Posted: Tue Nov 12, 2013 1:46 pm
by neufer
geckzilla wrote:
I think Photoshop is getting a bit too much credit here because they show the step from no makeup, no hair styling, and bad lighting and then make the abrupt step to fully Photoshop airbrushed chick. Anyway, I've boycotted the whole daily prettification ritual my whole life. It's really not that hard when your parent(s) don't indoctrinate you into the whole process from girlhood onward. That disturbs me far worse than an adult woman being glamorized. I've seen some girls get called ugly by their own mothers just for deigning to be photographed without makeup on.
Beyond wrote:
Now that i know how to pronounce it = dane
HAMLET: I have heard of your paintings too, well enough; God
  • has given you one face, and you make yourselves
    another: you jig, you amble, and you lisp, and
    nick-name God's creatures, and make your wantonness
    your ignorance. Go to, I'll no more on't; it hath
    made me mad. I say, we will have no more marriages:
    those that are married already, all but one, shall
    live; the rest shall keep as they are.
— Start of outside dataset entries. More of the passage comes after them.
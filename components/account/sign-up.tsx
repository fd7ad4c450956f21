import { useLocalSearchParams, useRouter } from 'expo-router';
import { useForm } from 'react-hook-form';
import { safeNext, signInPath } from '@/components/navigation/routes';
import { Button } from '@/components/ui/button';
import { Form } from '@/components/ui/form';
import { contractResolver } from '@/components/forms/contract-resolver';
import { FormField } from '@/components/ui/form-field';
import { Link } from '@/components/ui/link';
import { sentence } from '@/hooks/api/problem';
import { useSignUp } from '@/hooks/queries/session';
import { EntryFrame } from './entry-frame';

export function SignUp() {
  const router = useRouter();
  const { next = '/', email = '' } = useLocalSearchParams<{ next?: string; email?: string }>();
  const signUp = useSignUp();
  const { control, handleSubmit } = useForm({
    resolver: contractResolver(({ SignUp }) => SignUp),
    defaultValues: { name: '', email, password: '' },
  });
  const submit = handleSubmit((values) => signUp.mutate(values, { onSuccess: () => router.replace(safeNext(next)) }));
  return (
    <EntryFrame title="Make an account" lead="Make an account. It works at once, with a team of your own.">
      <Form onSubmit={submit} problem={signUp.error && sentence(signUp.error)}>
        <FormField control={control} name="name" label="Name" autoComplete="name" autoCapitalize="words" onSubmitEditing={submit} />
        <FormField control={control} name="email" label="E-mail" inputMode="email" autoComplete="email" onSubmitEditing={submit} />
        <FormField
          control={control}
          name="password"
          label="Password"
          hint="12 characters or more."
          secureTextEntry
          autoComplete="new-password"
          onSubmitEditing={submit}
        />
        <Button label="Make the account" busyLabel="Making it" kind="primary" tall stretch busy={signUp.isPending} onPress={submit} />
      </Form>
      <Link href={signInPath(next, email)}>Have one? Sign in</Link>
    </EntryFrame>
  );
}
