/**
 * How long it takes from moving a gain to the painted answer, on a slow machine: drags the gain rule on a phone and holds an
 * arrow key on a wide screen, with the CPU throttled, and prints median and 95th percentile. The browser throttles the page's own
 * thread alone; the workers that the engine runs in are slowed as much by slow-worker.js, so that nothing is gained by moving work
 * there but that two threads work at once. Numbers mean something only on a machine that does nothing else; the load is printed
 * beside them.
 *   npm run bench:frame
 */
import { readFileSync } from 'node:fs';
import { loadavg } from 'node:os';
import { join } from 'node:path';
import type { CDPSession, Page } from 'playwright-core';
import { BenchPage } from '../tests/support/bench-page';
import { launchBrowser, openPage, type SizeName } from '../tests/support/browser';
import { startBuiltServer } from '../tests/support/built-server';
import { engineer } from '../tests/support/demo-people';
import { Visitor } from '../tests/support/visitor';
import { root } from './root.mjs';

/** What frame-watch.js gives the page: from input to paint in ms, by chart. */
interface FrameWatch {
  clear(): void;
  times(): Record<string, number[]>;
}

const THROTTLE = 4;
const MOVES = 60;
const WARM_UP = 15;
/** Between two moves: longer than a frame, so that each is answered by itself. */
const PAUSE_MS = 45;

const slowWorker = readFileSync(join(root, 'scripts', 'slow-worker.js'), 'utf8')
  .replace('export default', '')
  .trim()
  .replace(/;$/, '');

const pause = (page: Page) => page.waitForTimeout(PAUSE_MS);

async function dragRule(page: Page, bench: BenchPage, moves: number): Promise<void> {
  const box = await bench.rule('Kp').boundingBox();
  if (box === null) throw new Error('The gain rule is not on the screen.');
  const [x, y] = [box.x + box.width / 2, box.y + box.height / 2];
  await page.mouse.move(x, y);
  await page.mouse.down();
  for (let k = 1; k <= moves; k += 1) {
    await page.mouse.move(x + 50 * Math.sin(k / 9), y);
    await pause(page);
  }
  await page.mouse.up();
}

async function pressArrows(page: Page, bench: BenchPage, moves: number): Promise<void> {
  const rule = bench.rule('Kp');
  await rule.focus();
  for (let k = 1; k <= moves; k += 1) {
    await page.keyboard.press(Math.sin(k / 9) > 0 ? 'ArrowRight' : 'ArrowLeft');
    await pause(page);
  }
}

const gestures = { phone: dragRule, wide: pressArrows };

function percentile(values: readonly number[], share: number): number {
  const sorted = [...values].sort((a, b) => a - b);
  return sorted[Math.min(sorted.length - 1, Math.ceil(share * sorted.length) - 1)];
}

/** Milliseconds of the page's main thread so far, by kind of work; its own time, whatever else the machine does. */
async function threadTimes(session: CDPSession): Promise<Record<string, number>> {
  const { metrics } = await session.send('Performance.getMetrics');
  return Object.fromEntries(metrics.map(({ name, value }) => [name, 1000 * value]));
}

const told = (name: string, values: readonly number[]): string => {
  const [median, high] = [0.5, 0.95].map((share) => percentile(values, share).toFixed(1));
  return `${name} median ${median} ms, p95 ${high} ms (${values.length})`;
};

async function measure(page: Page, bench: BenchPage, size: SizeName): Promise<void> {
  const session = await page.context().newCDPSession(page);
  await session.send('Performance.enable', { timeDomain: 'threadTicks' });
  await gestures[size](page, bench, WARM_UP);
  const before = await threadTimes(session);
  await gestures[size](page, bench, WARM_UP);
  const after = await threadTimes(session);
  const share = (name: string) => ((after[name] - before[name]) / WARM_UP).toFixed(1);
  console.log(`${size}, unthrottled thread time per move: ${share('TaskDuration')} ms`);
  console.log(`  script ${share('ScriptDuration')}, style ${share('RecalcStyleDuration')}, layout ${share('LayoutDuration')}`);
  await session.send('Emulation.setCPUThrottlingRate', { rate: THROTTLE });
  for (const worker of page.workers()) await worker.evaluate(`(${slowWorker})(${THROTTLE})`);
  await page.evaluate(() => (window as unknown as { frameWatch: FrameWatch }).frameWatch.clear());
  await gestures[size](page, bench, MOVES);
  const charts = await page.evaluate(() => (window as unknown as { frameWatch: FrameWatch }).frameWatch.times());
  console.log(`${size}, CPU throttled ${THROTTLE} times, from input to paint, load ${loadavg()[0].toFixed(1)}`);
  for (const [chart, times] of Object.entries(charts)) if (times.length > 0) console.log(`  ${told(chart, times)}`);
}

const server = process.env.BENCH_URL ? null : await startBuiltServer();
const url = process.env.BENCH_URL ?? server?.url ?? '';
const browser = await launchBrowser();
for (const size of ['phone', 'wide'] as const) {
  const { page, context } = await openPage(browser, size);
  const visitor = new Visitor(page, url);
  await visitor.isSignedInAs(engineer);
  const bench = new BenchPage(visitor, size);
  await page.addInitScript({ path: join(root, 'scripts', 'frame-watch.js') });
  await bench.open(await visitor.firstProjectId());
  await page.waitForTimeout(1500);
  await measure(page, bench, size);
  await context.close();
}
await browser.close();
await server?.stop();
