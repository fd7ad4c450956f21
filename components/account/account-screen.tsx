import { StyleSheet, View } from 'react-native';
import { DeskFrame } from '@/components/navigation/desk-frame';
import { DocumentTitle } from '@/components/ui/document-title';
import { Page } from '@/components/ui/page';
import { Paper } from '@/components/ui/paper';
import { useLayout } from '@/components/ui/use-layout';
import { useMe } from '@/hooks/queries/me';
import { DeviceSection } from './device-section';
import { PreferencesSection } from './preferences-section';
import { SessionsSection } from './sessions-section';
import { YouSection } from './you-section';

export function AccountScreen() {
  const phone = useLayout() === 'phone';
  const { name } = useMe();
  const column = [styles.column, !phone && styles.share];
  return (
    <DeskFrame title="Account" sub={name} up="/">
      <DocumentTitle parts={['Account']} />
      <Page title="Account">
        <View style={phone ? styles.stack : styles.side}>
          <Paper style={column}>
            <PreferencesSection />
          </Paper>
          <Paper style={column}>
            <YouSection />
            <SessionsSection />
            <DeviceSection />
          </Paper>
        </View>
      </Page>
    </DeskFrame>
  );
}

const styles = StyleSheet.create({
  side: { flexDirection: 'row', gap: 20 },
  stack: { gap: 0 },
  column: { gap: 8 },
  share: { flex: 1 },
});
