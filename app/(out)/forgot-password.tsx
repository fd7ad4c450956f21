export { ForgotPassword as default } from '@/components/account/forgot-password';
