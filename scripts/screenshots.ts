/**
 * Pictures of every screen from the demo data: phone and wide, light and dark, into screenshots/;
 * the README's picture of the bench into docs/pictures/.
 *   npm run screenshots
 */
import { copyFileSync, mkdirSync } from 'node:fs';
import { join } from 'node:path';
import type { Page } from 'playwright-core';
import { startBuiltServer } from '../tests/support/built-server';
import { launchBrowser, openPage, type SizeName } from '../tests/support/browser';
import { root } from './root.mjs';

const DEMO = { email: 'mira@heron-racing.example', password: 'kerb-and-apex-14' };
const OUT = join(root, 'screenshots');
const SETTLE_MS = 900;

interface Listed {
  items: { id: string }[];
}

const get = (page: Page, path: string) => page.evaluate(async (url) => (await fetch(url)).json(), path) as Promise<Listed>;

async function screens(page: Page): Promise<Record<string, string>> {
  const project = (await get(page, '/api/projects')).items[0].id;
  const analysis = (await get(page, `/api/projects/${project}/analyses`)).items[0].id;
  const base = `/projects/${project}`;
  return {
    projects: '/',
    home: base,
    plant: `${base}/plant`,
    bench: `${base}/bench`,
    cases: `${base}/cases`,
    limits: `${base}/limits`,
    members: `${base}/members`,
    activity: `${base}/activity`,
    analyses: `${base}/analyses`,
    analysis: `${base}/analyses/${analysis}`,
    account: '/account',
  };
}

async function signIn(page: Page, url: string) {
  const answer = await page.request.post(`${url}/api/auth/sign-in/email`, { data: DEMO, headers: { origin: url } });
  if (!answer.ok()) throw new Error(`sign-in answered ${answer.status()}`);
}

/** The bench is whole once every gain on it has its marks, which it looks for at rest: the active one on a phone, all on a wide screen. */
const benchRests = (page: Page, size: SizeName) =>
  page
    .getByText(/^Every limit holds/)
    .nth(size === 'wide' ? 3 : 0)
    .waitFor({ state: 'attached' });

async function picture(page: Page, path: string, name: string, rests?: () => Promise<void>) {
  await page.goto(`${server.url}${path}`, { waitUntil: 'networkidle' });
  await page.getByRole('heading', { level: 1 }).first().waitFor({ state: 'attached' });
  await rests?.();
  await page.waitForTimeout(SETTLE_MS);
  await page.screenshot({ path: join(OUT, `${name}.png`) });
}

mkdirSync(OUT, { recursive: true });
const server = await startBuiltServer();
const browser = await launchBrowser();
for (const size of ['phone', 'wide'] as SizeName[]) {
  for (const theme of ['light', 'dark'] as const) {
    const { page, context } = await openPage(browser, size, theme);
    await picture(page, '/sign-in', `sign-in-${size}-${theme}`);
    await signIn(page, server.url);
    for (const [name, path] of Object.entries(await screens(page))) {
      await picture(page, path, `${name}-${size}-${theme}`, name === 'bench' ? () => benchRests(page, size) : undefined);
    }
    await context.close();
  }
}
await browser.close();
await server.stop();
mkdirSync(join(root, 'docs', 'pictures'), { recursive: true });
copyFileSync(join(OUT, 'bench-wide-light.png'), join(root, 'docs', 'pictures', 'bench-wide.png'));
copyFileSync(join(OUT, 'bench-phone-light.png'), join(root, 'docs', 'pictures', 'bench-phone.png'));
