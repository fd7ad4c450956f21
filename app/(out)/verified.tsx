export { Verified as default } from '@/components/account/verified';
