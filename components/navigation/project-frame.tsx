import { useQuery } from '@tanstack/react-query';
import { usePathname } from 'expo-router';
import { type PropsWithChildren, useMemo, useState } from 'react';
import { StyleSheet, View } from 'react-native';
import { Banner } from '@/components/ui/banner';
import { IconButton } from '@/components/ui/icon-button';
import { QueryView } from '@/components/ui/query-view';
import { HiddenHeading } from '@/components/ui/hidden-heading';
import { useLayout } from '@/components/ui/use-layout';
import { hasStatus } from '@/hooks/api/problem';
import { projectQuery, type ReadProject } from '@/hooks/queries/projects';
import { DeskFrame } from './desk-frame';
import { MainArea } from './main-area';
import { PageBar } from './page-bar';
import { pageAt, pages } from './pages';
import { PagesSheet } from './pages-sheet';
import { PhoneTop } from './phone-top';
import { ProjectContext } from './project-context';
import { ProjectSwitch } from './project-switch';
import { ProjectTabs } from './project-tabs';
import { projectPath } from './routes';
import { SignalBanner } from './signal-banner';
import { TopBar } from './top-bar';

/** What stands round every page of a project: the bars of the layout, the sheet of pages, and the project itself for those inside. */
export function ProjectFrame({ projectId, children }: PropsWithChildren<{ projectId: string }>) {
  const project = useQuery(projectQuery(projectId));
  const phone = useLayout() === 'phone';
  // What was read stays readable, but not to whom it is no longer shown.
  if (project.data && !hasStatus(project.error, 404)) return <LoadedFrame project={project.data}>{children}</LoadedFrame>;
  return (
    <DeskFrame title="Project" up="/">
      {phone ? null : <HiddenHeading>Project</HiddenHeading>}
      <QueryView
        query={{ ...project, data: undefined }}
        waiting="Fetching the project"
        missing="No such project, or it is not yours to see."
      >
        {() => null}
      </QueryView>
    </DeskFrame>
  );
}

function LoadedFrame({ project, children }: PropsWithChildren<{ project: ReadProject }>) {
  const phone = useLayout() === 'phone';
  const pathname = usePathname();
  const { page: current, name: pageName, up: above = 'home', tab = current } = pageAt(pathname);
  const [sheet, setSheet] = useState(false);
  const [phoneActions, setPhoneActions] = useState<View | null>(null);
  const context = useMemo(
    () => ({ project, openPages: () => setSheet(true), phoneActions: phoneActions as unknown as HTMLElement | null }),
    [project, setSheet, phoneActions],
  );
  const place = { projectId: project.id, current: tab };
  const home = current === 'home';
  const deeper = pathname !== projectPath(project.id, current);
  const up = deeper ? projectPath(project.id, current) : home ? '/' : projectPath(project.id, above);
  return (
    <ProjectContext.Provider value={context}>
      <View style={styles.frame}>
        {phone ? (
          <PhoneTop title={home ? project.name : pageName} sub={home ? project.vehicle : project.name} up={up}>
            <View ref={setPhoneActions} />
            <IconButton icon="more" label="All pages" onPress={context.openPages} />
          </PhoneTop>
        ) : (
          <TopBar>
            <ProjectSwitch project={project} />
            <ProjectTabs {...place} />
          </TopBar>
        )}
        <SignalBanner />
        {project.archived ? <Banner lead="Archived." text="It can be read; nothing changes in it." /> : null}
        <MainArea>
          {!phone && (home || current === 'bench') ? <HiddenHeading>{home ? project.name : `Bench, ${project.name}`}</HiddenHeading> : null}
          {children}
        </MainArea>
        {phone && pages.some(({ page }) => page === current) && current !== 'bench' ? <PageBar {...place} /> : null}
        <PagesSheet projectId={project.id} current={current} open={sheet} onClose={() => setSheet(false)} />
      </View>
    </ProjectContext.Provider>
  );
}

const styles = StyleSheet.create({ frame: { flex: 1, minHeight: 0 } });
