import { useState } from 'react';
import { Button } from '@/components/ui/button';
import { Dialog, DialogDecision } from '@/components/ui/dialog';
import { Heading, Text } from '@/components/ui/text';
import { draftCount, forgetDrafts } from '@/hooks/device-store';
import { SettingRow } from './setting-row';

/** What stays on this device when the page is closed, and the way to take it off. */
export function DeviceSection() {
  const [drafts, setDrafts] = useState(draftCount);
  const [asking, setAsking] = useState(false);
  const forget = () => {
    forgetDrafts();
    setDrafts(draftCount());
    setAsking(false);
  };
  const count = drafts === 1 ? '1 draft not kept' : `${drafts} drafts not kept`;
  return (
    <>
      <Heading level={2}>Kept on this device</Heading>
      <SettingRow name={drafts === 0 ? 'No drafts' : count} about="A draft stays here until you keep it. The theme stays too.">
        {drafts > 0 ? <Button label="Throw away" onPress={() => setAsking(true)} /> : null}
      </SettingRow>
      <Dialog open={asking} title={`Throw away ${count.replace(' not kept', '')}?`} onClose={() => setAsking(false)}>
        <Text tone="ink2">What was typed and never kept is gone from this device afterwards.</Text>
        <DialogDecision label="Throw away" onDecide={forget} onClose={() => setAsking(false)} />
      </Dialog>
    </>
  );
}
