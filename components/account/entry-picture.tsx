import Svg, { Circle, G, Line, Path, Text as SvgText } from 'react-native-svg';
import { useTheme } from '@/components/ui/theme';
import { fonts } from '@/components/ui/tokens';
import { formatFactor, formatFrequency } from '@/figures/format';
import { circleKerb } from '@/figures/kerb';
import { contourLevels, contourRadius } from '@/figures/sensitivity-contours';
import { entryLoop, nearestMs, nearestPoint } from './entry-loop';

const SCALE = 323;
const LIMIT = 1.7;
/** What is seen of the plane: the whole, and on a phone the place where the loop comes nearest. */
const views = { whole: '-660 -370 940 920', near: '-330 -60 390 150' };

const at = ({ re, im }: { re: number; im: number }) => ({ x: re * SCALE, y: -im * SCALE });
const summit = at({ re: -1, im: 0 });
const nearest = at(nearestPoint);
const curve = entryLoop.map((point, i) => `${i === 0 ? 'M' : 'L'}${at(point).x.toFixed(1)} ${at(point).y.toFixed(1)}`).join('');
const kerb = circleKerb(contourRadius(LIMIT) * SCALE);
const contours = [...contourLevels.fine, ...contourLevels.strong];

/** A loop on the contours of |S|, and the kerb round −1: what the product is about, computed like everything else in it. */
export function EntryPicture({ view = 'whole' }: { view?: keyof typeof views }) {
  const { colors } = useTheme();
  const label = { fontFamily: fonts.narrow[600], fontSize: 13, fill: colors.ink };
  return (
    <Svg
      width="100%"
      height="100%"
      viewBox={views[view]}
      preserveAspectRatio="xMidYMid slice"
      role="img"
      aria-label={`A loop's Nyquist curve on contours of the sensitivity. It comes nearest to −1 with Ms ${formatFactor(nearestMs)}, just outside the kerb at ${formatFactor(LIMIT)}.`}
    >
      {contourLevels.shaded.map((level) => (
        <Circle key={level} cx={summit.x} cy={0} r={contourRadius(level) * SCALE} fill={colors.contour} fillOpacity={0.07} />
      ))}
      {contours.map((level) => (
        <Circle key={level} cx={summit.x} cy={0} r={contourRadius(level) * SCALE} fill="none" stroke={colors.contour} strokeWidth={1} />
      ))}
      <Line x1={-2000} x2={2000} y1={0} y2={0} stroke={colors.rule2} />
      <Line x1={0} x2={0} y1={-2000} y2={2000} stroke={colors.rule2} />
      <Circle cx={0} cy={0} r={SCALE} fill="none" stroke={colors.rule2} strokeDasharray="2 4" />
      <G fill="none">
        <Circle cx={summit.x} cy={0} r={kerb.middle} stroke={colors.kerbGap} strokeWidth={kerb.width} />
        <Circle cx={summit.x} cy={0} r={kerb.middle} stroke={colors.kerb} strokeWidth={kerb.width} strokeDasharray={kerb.dash} />
        <Circle cx={summit.x} cy={0} r={contourRadius(LIMIT) * SCALE} stroke={colors.kerb} strokeWidth={1.5} />
        <Path d={curve} stroke={colors.ink} strokeWidth={2.25} strokeLinejoin="round" />
      </G>
      <Line x1={summit.x} y1={0} x2={nearest.x} y2={nearest.y} stroke={colors.ink} strokeWidth={1.5} />
      <Path d={`M${summit.x} -7l6 11h-12z`} fill={colors.ink} />
      <Circle cx={nearest.x} cy={nearest.y} r={5.5} fill={colors.ink} stroke={colors.paper} strokeWidth={1.5} />
      <Line x1={nearest.x + 8} y1={nearest.y + 3} x2={14} y2={nearest.y + 40} stroke={colors.ink3} />
      <SvgText {...label} x={20} y={nearest.y + 42}>
        {`Ms ${formatFactor(nearestMs)}`}
      </SvgText>
      <SvgText {...label} fontFamily={fonts.narrow[500]} fill={colors.ink2} x={20} y={nearest.y + 59}>
        {`${formatFrequency(nearestPoint.frequency, 'rad/s')} rad/s`}
      </SvgText>
    </Svg>
  );
}
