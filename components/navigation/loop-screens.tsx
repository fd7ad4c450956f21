import { type ComponentType, lazy, Suspense } from 'react';
import { Waiting } from '@/components/ui/waiting';
import { PageBoundary } from './page-boundary';

type OnDemand = typeof import('@/components/on-demand');

/** Fetches what draws a loop, once. */
export const fetchLoopScreens = (): Promise<OnDemand> => import('@/components/on-demand');

/** A screen that draws a loop: it comes with the engine, the figures and the charts when the first of them is opened. */
function onDemand<Props extends object>(choose: (screens: OnDemand) => ComponentType<Props>) {
  const Screen = lazy(async () => ({ default: choose(await fetchLoopScreens()) as ComponentType<object> }));
  return function OnDemand(props: Props) {
    return (
      <PageBoundary>
        <Suspense fallback={<Waiting text="Fetching the charts" />}>
          <Screen {...props} />
        </Suspense>
      </PageBoundary>
    );
  };
}

export const BenchScreen = onDemand((screens) => screens.BenchScreen);
export const PlantScreen = onDemand((screens) => screens.PlantScreen);
export const AnalysisScreen = onDemand((screens) => screens.AnalysisScreen);
export const LatestPlane = onDemand((screens) => screens.LatestPlane);
export const CasesScreen = onDemand((screens) => screens.CasesScreen);
export const LimitsScreen = onDemand((screens) => screens.LimitsScreen);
To a
    nunnery, go.

Re: Stream of Stuff

Posted: Tue Nov 12, 2013 11:40 pm
by Nitpicker
The beauty and fashion industries are ultimately creators and purveyors of art. One way to appreciate art is to criticise it -- that is, to analyse and judge its merits and faults. All artworks have both merits and faults. Art certainly has the power to affect the beholder profoundly, but is not always good.

Re: Stream of Stuff

Posted: Wed Nov 13, 2013 1:05 am
by neufer
Nitpicker wrote:
The beauty and fashion industries are ultimately creators and purveyors of art. One way to appreciate art is to criticise it -- that is, to analyse and judge its merits and faults. All artworks have both merits and faults. Art certainly has the power to affect the beholder profoundly, but is not always good.
The fault, dear Nitpicker, is not in your Art, but in yourself.

Re: Stream of Stuff

Posted: Wed Nov 13, 2013 1:16 am
by Nitpicker
Everyone's a critic! (I swear my previous comment was not directed at you, neufer.)

Re: Stream of Stuff

Posted: Wed Nov 13, 2013 4:03 am
by neufer
Nitpicker wrote:
Everyone's a critic! (I swear my previous comment was not directed at you, neufer.)
Well said, old mole!

Re: Stream of Stuff

Posted: Thu Nov 14, 2013 4:57 pm
by geckzilla
Kevin Trudeau has been found guilty and is going to jail, hopefully for a long, long time...

Re: Stream of Stuff

Posted: Thu Nov 14, 2013 5:13 pm
by Beyond
Unless he forks over the $37,000,000 he was fined.

Re: Stream of Stuff

Posted: Fri Nov 15, 2013 1:44 am
by owlice
geckzilla wrote:Kevin Trudeau has been found guilty and is going to jail, hopefully for a long, long time...
Good!

Re: Stream of Stuff

Posted: Fri Nov 15, 2013 2:37 am
by neufer
owlice wrote:
geckzilla wrote:
Kevin Trudeau has been found guilty and is going to jail, hopefully for a long, long time...
Good!
Why is everyone taking this so personally?

Re: Stream of Stuff

Posted: Fri Nov 15, 2013 3:07 am
by owlice
My younger brother died of AIDS; some "hoax" that turned out to be, hmm?

Re: Stream of Stuff

Posted: Fri Nov 15, 2013 3:31 am
by Beyond
neufer wrote:Why is everyone taking this so personally?